Check specifically for:
1. Idempotency: command/shell without creates/changed_when
2. Secrets: tasks handling credentials missing no_log: true
3. Hardcoded values (IPs, paths, versions) that belong in defaults/vars
4. become scope: play-level escalation that should be task-level
5. Missing handlers (config change with no notify) or missing tags
6. Deprecated modules or anti-patterns ansible-lint would flag

Do not invent problems in unchanged code. If a hunk is fine, say so.

--- DIFF ---
<paste git diff here>

That last instruction — “do not invent problems in unchanged code” — matters more than you’d think. Without it, models love to editorialize about lines you didn’t touch, and the signal-to-noise ratio tanks.

A Real Diff and a Real Review

Here’s the kind of hunk that shows up in an actual MR. The engineer added a step to fetch a config and write a token file:

@@ roles/compute/tasks/main.yml @@
-    - name: Write API token
-      ansible.builtin.template:
-        src: token.j2
-        dest: /etc/nova/api_token
-        mode: "0600"
-      no_log: true
+    - name: Write API token
+      ansible.builtin.template:
+        src: token.j2
+        dest: /etc/nova/api_token
+        mode: "0600"
+
+    - name: Refresh nova metadata cache
+      ansible.builtin.shell: nova-manage cell_v2 discover_hosts
+      become: true

Two problems hiding in five added lines. Feed it the prompt above and you get back something like this:

blocker — roles/compute/tasks/main.yml, “Write API token”: the no_log: true guard was dropped in this change. This task renders a credential into /etc/nova/api_token; without no_log, the templated content is exposed in verbose output and run logs. Restore no_log: true.

warning — roles/compute/tasks/main.yml, “Refresh nova metadata cache”: this shell task has no changed_when or creates, so it reports changed on every run and breaks --check mode. Add changed_when: false if it’s read-only, or gate it on actual state. Consider a more specific tag so it can be run in isolation.

The file mode (0600) and become: true scope look appropriate for the new task.

That’s a useful review. It names the file, the task, the operational consequence, and the fix — and it confirms the parts that are fine so I’m not left wondering whether it just gave up.

Let the Linter Do the Mechanical Part

AI is for judgment calls; ansible-lint is for rules. Run both. The linter is deterministic, fast, and free, so there’s no reason to spend model tokens on things a rule engine nails every time.

# Lint only what changed, fail the review on real violations
ansible-lint --offline --strict \
  $(git diff --name-only origin/main...HEAD -- '*.yml' '*.yaml')

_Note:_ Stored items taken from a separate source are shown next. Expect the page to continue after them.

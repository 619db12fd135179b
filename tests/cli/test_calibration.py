"""fieldsill calibration: what it shows of a file, and what it finds between two."""

from __future__ import annotations

import hashlib
import math
from pathlib import Path

import pytest

from monitor.calfile import load_chain
from monitor.config import Band, Channel
from monitor.core.uncertainty import coverage_factor
from tests.cli.command import Answer, run

EXAMPLES = Path(__file__).parents[2] / "hardware" / "examples"
BOARD = EXAMPLES / "detector-board-calibration.toml"
BAND = "700MHz:2.7GHz"


def show(capsys: pytest.CaptureFixture[str], *arguments: object) -> Answer:
    return run(capsys, ["calibration", "show", *arguments])


def compare(capsys: pytest.CaptureFixture[str], *arguments: object) -> Answer:
    return run(capsys, ["calibration", "compare", *arguments])


def changed(folder: Path, *changes: tuple[str, str], source: Path = BOARD) -> Path:
    """A copy of a file with texts replaced; each must be there."""
    text = source.read_text(encoding="utf-8")
    for old, new in changes:
        assert old in text
        text = text.replace(old, new, 1)
    path = folder / "other.toml"
    path.write_text(text, encoding="utf-8")
    return path


def test_show_as_one_document(capsys: pytest.CaptureFixture[str]) -> None:
    document = show(capsys, BOARD, "--band", BAND, "--json").document
    assert document["identity"] == hashlib.sha256(BOARD.read_bytes()).hexdigest()
    assert (document["date"], document["due"]) == ("2024-09-14", "2027-09-14")
    assert document["invented"] is True
    assert document["axes"] == ["x", "y", "z"]
    assert [e["type"] for e in document["elements"]] == ["antenna", "filter", "cable"]
    antenna = document["elements"][0]
    assert (antenna["low_hz"], antenna["high_hz"]) == (650e6, 2.8e9)
    assert (antenna["smallest_db"], antenna["largest_db"]) == (44.2, 46.1)
    assert document["band"] == {"low_hz": 700e6, "high_hz": 2.7e9}
    assert document["monte_carlo"] is None


def test_what_a_detector_averages_is_shown(
    capsys: pytest.CaptureFixture[str], tmp_path: Path
) -> None:
    log = ('averages = "none"', 'averages = "log"\naveraging_s = 0.002')
    path = changed(tmp_path, log)
    (detector,) = show(capsys, path, "--json").document["detectors"]
    assert (detector["averages"], detector["averaging_s"]) == ("log", 0.002)
    assert "averages log over 0.002 s" in show(capsys, path).out
    (plain,) = show(capsys, BOARD, "--json").document["detectors"]
    assert plain["averaging_s"] is None
    assert "averaging_s" in compare(capsys, BOARD, path).out


def test_response_at_a_knot_by_hand(capsys: pytest.CaptureFixture[str]) -> None:
    """1 GHz: 44.2 + 0.4 log(10/9)/log(15/9), the filter's 0.7, the cable's line from 0.6 GHz."""
    document = show(capsys, BOARD, "--json").document
    (row,) = [r for r in document["response"] if r["axis"] == "y" and r["frequency_hz"] == 1e9]
    antenna = 44.2 + 0.4 * math.log(10 / 9) / math.log(15 / 9)
    cable = 0.45 + 0.21 * math.log(10 / 6) / math.log(2)
    assert row["factor_db_per_m"] == pytest.approx(antenna + 0.7 + cable, abs=1e-9)
    assert row["e2_per_w"] == pytest.approx(50 * 10 ** (row["factor_db_per_m"] / 10))


def test_uncertainty_is_that_of_the_chain(capsys: pytest.CaptureFixture[str]) -> None:
    """k is the station's own; U = k u; the bounds are 20 and 10 log."""
    found = show(capsys, BOARD, "--band", BAND, "--json").document["uncertainty"]
    channels = [Channel(axis, axis, "main") for axis in "xyz"]
    chain = load_chain(BOARD, channels, {"main": Band("main", 700e6, 2.7e9)})
    assert found["k"] == pytest.approx(coverage_factor(chain.contributions), rel=1e-12)
    assert found["expanded_db"] == pytest.approx(found["k"] * found["standard_db"])
    assert found["expanded_k2_db"] == pytest.approx(2 * found["standard_db"])
    assert found["effective_degrees_of_freedom"] is None
    assert found["factor_e_high"] == pytest.approx(10 ** (found["expanded_db"] / 20))
    assert found["factor_s_low"] == pytest.approx(10 ** (-found["expanded_db"] / 10))


def test_table_of_contributions(capsys: pytest.CaptureFixture[str]) -> None:
    document = show(capsys, BOARD, "--band", BAND, "--json").document
    rows = {row["name"]: row for row in document["contributions"]}
    assert rows["antenna factor, certificate"]["u"] == pytest.approx(0.6)
    assert rows["mismatch"]["u"] == pytest.approx(0.25 / math.sqrt(2) / math.sqrt(3))
    assert rows["mismatch"]["channels"] == 3
    assert rows["mismatch"]["degrees_of_freedom"] is None
    assert sum(row["variance_share"] for row in rows.values()) == pytest.approx(1.0)
    huge = show(capsys, BOARD, "--band", BAND, "--shares", "1e308,1e308,1e308", "--json").document
    assert huge["shares"] == pytest.approx([1 / 3] * 3)
    assert huge["uncertainty"]["standard_db"] == pytest.approx(
        document["uncertainty"]["standard_db"]
    )
    alone = show(capsys, BOARD, "--band", BAND, "--shares", "0,0,7", "--json").document
    assert alone["shares"] == [0.0, 0.0, 1.0]
    rows = {row["name"]: row for row in alone["contributions"]}
    assert rows["mismatch"]["u"] == pytest.approx(0.25 / math.sqrt(2))


def test_few_degrees_of_freedom_widen_the_interval(
    tmp_path: Path, capsys: pytest.CaptureFixture[str]
) -> None:
    path = changed(tmp_path, ("value = 1.2\n", "value = 1.2\ndegrees_of_freedom = 3\n"))
    few, exact = (
        show(capsys, p, "--band", BAND, "--json").document["uncertainty"] for p in (path, BOARD)
    )
    assert few["standard_db"] == exact["standard_db"]
    assert few["k"] > exact["k"] + 0.05
    u = few["standard_db"]
    assert few["effective_degrees_of_freedom"] == pytest.approx(u**4 / (0.6**4 / 3))


def test_for_people(capsys: pytest.CaptureFixture[str]) -> None:
    answer = show(capsys, BOARD, "--band", BAND, "--monte-carlo", 20_000)
    assert answer.code == 0
    for words in (
        "roof-1, autumn, calibrated 2024-09-14",
        "invented: nothing conforms",
        "antenna serial number: certificate number of the certificate; 650 MHz to 2.8 GHz",
        "response over band 700 MHz to 2.7 GHz",
        "Expanded uncertainty U = 2.20 dB (95 %, k = 1.930 from the distribution)",
        "with k = 2 it would be 2.28 dB",
        "E lies between 0.776 and 1.289 times the shown one (-22.4 %, +28.9 %)",
        "By 20000 draws, seed 1:",
    ):
        assert words in answer.out
    assert max(len(line) for line in answer.out.splitlines()) < 160


def test_an_overdue_calibration_says_so(tmp_path: Path, capsys: pytest.CaptureFixture[str]) -> None:
    path = changed(tmp_path, ("due = 2027-09-14", "due = 2024-10-01"))
    assert show(capsys, path, "--json").document["overdue"] is True
    assert "OVERDUE" in show(capsys, path).out


def test_draws_stand_beside_the_analytic_figure(capsys: pytest.CaptureFixture[str]) -> None:
    """Within 2 % of U; the same seed gives the same document."""
    arguments = (BOARD, "--shares", "3,2,1", "--monte-carlo", 200_000, "--seed", 4, "--json")
    document = show(capsys, *arguments).document
    found = document["monte_carlo"]
    assert (found["draws"], found["seed"]) == (200_000, 4)
    assert found["analytic_db"] == document["uncertainty"]["expanded_at_these_shares_db"]
    assert found["expanded_db"] == pytest.approx(found["analytic_db"], rel=0.02)
    assert show(capsys, *arguments).document["monte_carlo"] == found


def test_one_axis_of_a_file(tmp_path: Path, capsys: pytest.CaptureFixture[str]) -> None:
    """An antenna of the z axis serves z alone; asked for x there is one line on what is missing."""
    path = changed(tmp_path, ('type = "antenna"', 'type = "antenna"\naxis = "z"'))
    assert show(capsys, path, "--json").document["axes"] == ["z"]
    answer = show(capsys, path, "--axes", "x")
    assert answer.code == 2
    assert "channel 'x' needs one antenna; there is none" in answer.one_line


@pytest.mark.parametrize(
    ("arguments", "words"),
    [
        (["--band", "1GHz"], "write LOW:HIGH"),
        (["--band", "2GHz:1GHz"], "low end must lie below"),
        (["--band", "100MHz:1GHz"], "covers 650 MHz to 2.8 GHz, but 100 MHz"),
        (["--axes", "xx"], "each once"),
        (["--axes", ""], "each once"),
        (["--shares", "1,2"], "one number of zero or more for each of xyz"),
        (["--shares", "a"], "write numbers"),
        (["--shares", "0,0,0"], "all are zero"),
        (["--band", "1e-300:1e300"], "not a frequency"),
        (["--monte-carlo", "10"], "1000<=x<=10000000"),
    ],
)
def test_wrong_arguments_are_one_line(
    arguments: list[str], words: str, capsys: pytest.CaptureFixture[str]
) -> None:
    answer = show(capsys, BOARD, *arguments)
    assert answer.code == 2
    assert words in answer.one_line


def test_a_file_that_is_not_there(tmp_path: Path, capsys: pytest.CaptureFixture[str]) -> None:
    answer = show(capsys, tmp_path / "none.toml")
    assert answer.code == 3
    assert "cannot be read" in answer.one_line


def test_a_file_is_the_same_as_itself(capsys: pytest.CaptureFixture[str]) -> None:
    document = compare(capsys, BOARD, BOARD, "--json").document
    assert document["same"] is True
    assert document["differences"] == []
    assert document["largest_response_db"] == 0.0
    assert {row["largest_db"] for row in document["detectors"]} == {0.0}
    assert document["uncertainty"]["a"] == document["uncertainty"]["b"]
    assert "The same to the byte." in compare(capsys, BOARD, BOARD).out


def test_what_a_new_certificate_changed(tmp_path: Path, capsys: pytest.CaptureFixture[str]) -> None:
    """Antenna 0.3 dB up at 900 MHz; volts at 0 dBm 4 mV of 22 mV/dB off: 0.18 dB."""
    path = changed(
        tmp_path,
        ('certificate = "number of the certificate"', 'certificate = "none"'),
        ('["900MHz", 44.2]', '["900MHz", 44.5]'),
        ("[0, 0.680]", "[0, 0.684]"),
        ("value = 1.2\n", "value = 1.4\n"),
    )
    document = compare(capsys, BOARD, path, "--json").document
    assert document["same"] is False
    found = {row["what"]: (row["a"], row["b"]) for row in document["differences"]}
    assert found["calibration: certificate"] == ("number of the certificate", "none")
    assert found["element antenna: table"] == (["900 MHz 44.2 dB/m"], ["900 MHz 44.5 dB/m"])
    assert found["contribution 'antenna factor, certificate': value"] == ("1.2", "1.4")
    assert found["detector: curve"] == (["0 0.68"], ["0 0.684"])
    assert len(found) == 4
    assert document["largest_response_db"] == pytest.approx(0.3)
    off = {row["frequency_hz"]: row["db"] for row in document["response"] if row["axis"] == "x"}
    assert off[650e6] == pytest.approx(0.0, abs=1e-12)
    assert off[900e6] == pytest.approx(0.3)
    detector = document["detectors"][0]
    assert detector["largest_db"] == pytest.approx(4 / 22, abs=0.02)
    assert detector["at_dbm"] == pytest.approx(0.0, abs=0.1)
    for name, file in (("a", BOARD), ("b", path)):
        alone = show(capsys, file, "--json").document["uncertainty"]
        assert document["uncertainty"][name] == alone
    assert document["uncertainty"]["b"]["expanded_db"] > document["uncertainty"]["a"]["expanded_db"]
    text = compare(capsys, BOARD, path).out
    assert "element antenna: table: 900 MHz 44.2 dB/m -> 900 MHz 44.5 dB/m" in text
    assert "900 MHz    +0.30 dB" in text


def test_elements_that_only_one_file_has(
    tmp_path: Path, capsys: pytest.CaptureFixture[str]
) -> None:
    path = changed(tmp_path, ('type = "filter"', 'type = "attenuator"'))
    rows = compare(capsys, BOARD, path, "--json").document["differences"]
    assert {(row["what"], row["a"], row["b"]) for row in rows} == {
        ("element filter", "there", None),
        ("element attenuator", None, "there"),
    }


def test_only_remarks_differ(tmp_path: Path, capsys: pytest.CaptureFixture[str]) -> None:
    path = changed(tmp_path, ("EVERY FIGURE HERE", "Every figure here"))
    answer = compare(capsys, BOARD, path)
    assert answer.code == 0
    assert "only layout or remarks do" in answer.out


def test_files_without_a_common_band(capsys: pytest.CaptureFixture[str]) -> None:
    answer = compare(capsys, BOARD, EXAMPLES / "level-series-calibration.toml")
    assert answer.code == 2
    assert "no band in common" in answer.one_line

Let the linter own the mechanical violations and let the model own the contextual ones — “this value should be a variable,” “this task probably wants a handler.” They cover different ground.

Light CI Integration

I run the AI review as a non-blocking CI job that posts a comment on the MR. Advisory, not a gate. The linter and a syntax check are the hard gates; the AI is a second set of eyes that shows up before mine.

# .gitlab-ci.yml (sketch)
ai-review:
  stage: review
  script:
    - git diff origin/$CI_MERGE_REQUEST_TARGET_BRANCH_NAME...HEAD > /tmp/mr.diff
    - ./scripts/ai-review.sh /tmp/mr.diff > review.md
    - ./scripts/post-mr-comment.sh review.md
  allow_failure: true   # never block the merge on the AI
  rules:
    - if: $CI_PIPELINE_SOURCE == "merge_request_event"

allow_failure: true is deliberate. The day the model is down, hallucinates, or rate-limits, your delivery pipeline must not care.

Why the Human Still Approves

The model doesn’t know that the hardcoded IP is our one legacy load balancer that genuinely can’t move to a variable yet. It doesn’t know we’re mid-migration and that “missing handler” is intentional because the service gets restarted by a separate maintenance window. It has no stake in the 2 a.m. page when a compute node won’t rejoin the cluster. AI drafts the review, decodes the diff, and flags the patterns. I verify against reality and click approve. That ordering is the whole point.

Wire it up, keep it advisory, and keep your name on the approval. The reviews on our Ansible work got faster and the silly regressions stopped reaching production — not because a model started making decisions, but because it stopped letting me skim past the ones that matter.